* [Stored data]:
++++++++++++++++++++

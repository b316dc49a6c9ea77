use std::io::{self, BufReader, Read};
use std::sync::Arc;
use std::time::Duration;

use sha2::{Digest, Sha256};

use super::collector::Collector;
use super::lines::Lines;
use super::name::Name;
use crate::gaussian::Moments;
use crate::shard::Shard;
use crate::suite::{Suite, hex};

/// An implementation outside of this program, and its answer to every case of a suite.
#[derive(Debug, Clone)]
pub struct Outside {
    pub(super) name: Name,
    pub(super) origin: Origin,
    /// One a case, in the suite's order; of cases that were not asked, nothing.
    pub(super) answers: Arc<[Option<Result<Moments, Flaw>>]>,
    pub(super) tally: Tally,
    /// How its command failed.
    pub(super) failure: Option<String>,
    /// Whatever else there is to say, line by line.
    pub(super) notes: Vec<String>,
}

/// Where answers come from.
#[derive(Debug, Clone, PartialEq, Eq)]
pub enum Origin {
    /// A file.
    File {
        /// Its name, without its folder.
        name: String,
        /// SHA-256 of its bytes, in lower-case hexadecimals.
        sha256: String,
    },
    /// A command that was given the cases.
    Command {
        /// The program and its arguments.
        words: Vec<String>,
        /// How long it was waited for without an answer.
        timeout: Duration,
    },
}

/// Why an answer cannot be scored. Its case counts as rejected.
#[derive(Debug, Clone, PartialEq, Eq, thiserror::Error)]
pub enum Flaw {
    /// There is none.
    #[error("no answer{}", .0.as_ref().map_or(String::new(), |why| format!(": {why}")))]
    Missing(Option<Arc<str>>),
    /// It is there, and is wrong.
    #[error("invalid answer: {0}")]
    Unusable(String),
}

/// Answers counted.
#[derive(Debug, Clone, Copy, PartialEq, Eq, Default)]
pub struct Tally {
    /// Cases asked.
    pub asked: usize,
    /// Cases with an answer that can be scored.
    pub usable: usize,
    /// Cases with an answer that cannot: wrong shape, not finite, not JSON, given twice and the like.
    pub unusable: usize,
    /// Cases without an answer.
    pub missing: usize,
    /// Answers for cases of other parts of the suite.
    pub elsewhere: u64,
    /// Answers for cases that are not in the suite.
    pub unknown: u64,
    /// Lines of which it cannot be told what case they are for.
    pub unreadable: u64,
}

impl Outside {
    /// Reads the answers of `name` to the cases of `suite` (of a part of it) from a file, called `file` in what is
    /// written.
    ///
    /// # Errors
    /// What the system says when it cannot be read.
    pub fn read(name: Name, suite: &Suite, shard: Option<Shard>, file: &str, from: impl Read) -> io::Result<Self> {
        let mut hashing = Hashing { from, hash: Sha256::new() };
        let mut collector = Collector::new(suite, shard);
        let mut lines = Lines::of(BufReader::new(&mut hashing));
        while let Some(line) = lines.next_line()? {
            collector.take(&line);
        }
        let sha256 = hex(&hashing.hash.finalize());
        Ok(collector.finish(name, Origin::File { name: file.into(), sha256 }, None))
    }

    /// What it is called.
    pub fn name(&self) -> &str {
        self.name.as_str()
    }

    /// Where its answers come from.
    pub fn origin(&self) -> &Origin {
        &self.origin
    }

    /// Its answer to the case at `index` in the suite.
    ///
    /// # Errors
    /// [`Flaw`] where there is none that can be scored.
    pub fn answer(&self, index: usize) -> Result<&Moments, Flaw> {
        match self.answers.get(index) {
            Some(Some(answer)) => answer.as_ref().map_err(Flaw::clone),
            _ => Err(Flaw::Missing(None)),
        }
    }

    /// Its answers counted.
    pub fn tally(&self) -> Tally {
        self.tally
    }

    /// How its command failed, such as `exit status 3 after 17 of 30 answers`.
    pub fn failure(&self) -> Option<&str> {
        self.failure.as_deref()
    }

    /// What a user should know, line by line: how the command failed, answers that cannot be used, missing ones, those
    /// that belong to no case.
    pub fn notes(&self) -> &[String] {
        &self.notes
    }
}

/// What is read, hashed on its way.
struct Hashing<R> {
    from: R,
    hash: Sha256,
}

impl<R: Read> Read for Hashing<R> {
    fn read(&mut self, to: &mut [u8]) -> io::Result<usize> {
        let count = self.from.read(to)?;
        self.hash.update(&to[..count]);
        Ok(count)
    }
}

++++++++++++++++++++

Look above for the line holding "cannot be read.". Print it and every line after it, exactly, through the line holding "let sha256 = hex(&hashing.hash.finalize());".

* [Response]:
    /// What the system says when it cannot be read.
    pub fn read(name: Name, suite: &Suite, shard: Option<Shard>, file: &str, from: impl Read) -> io::Result<Self> {
        let mut hashing = Hashing { from, hash: Sha256::new() };
        let mut collector = Collector::new(suite, shard);
        let mut lines = Lines::of(BufReader::new(&mut hashing));
        while let Some(line) = lines.next_line()? {
            collector.take(&line);
        }
        let sha256 = hex(&hashing.hash.finalize());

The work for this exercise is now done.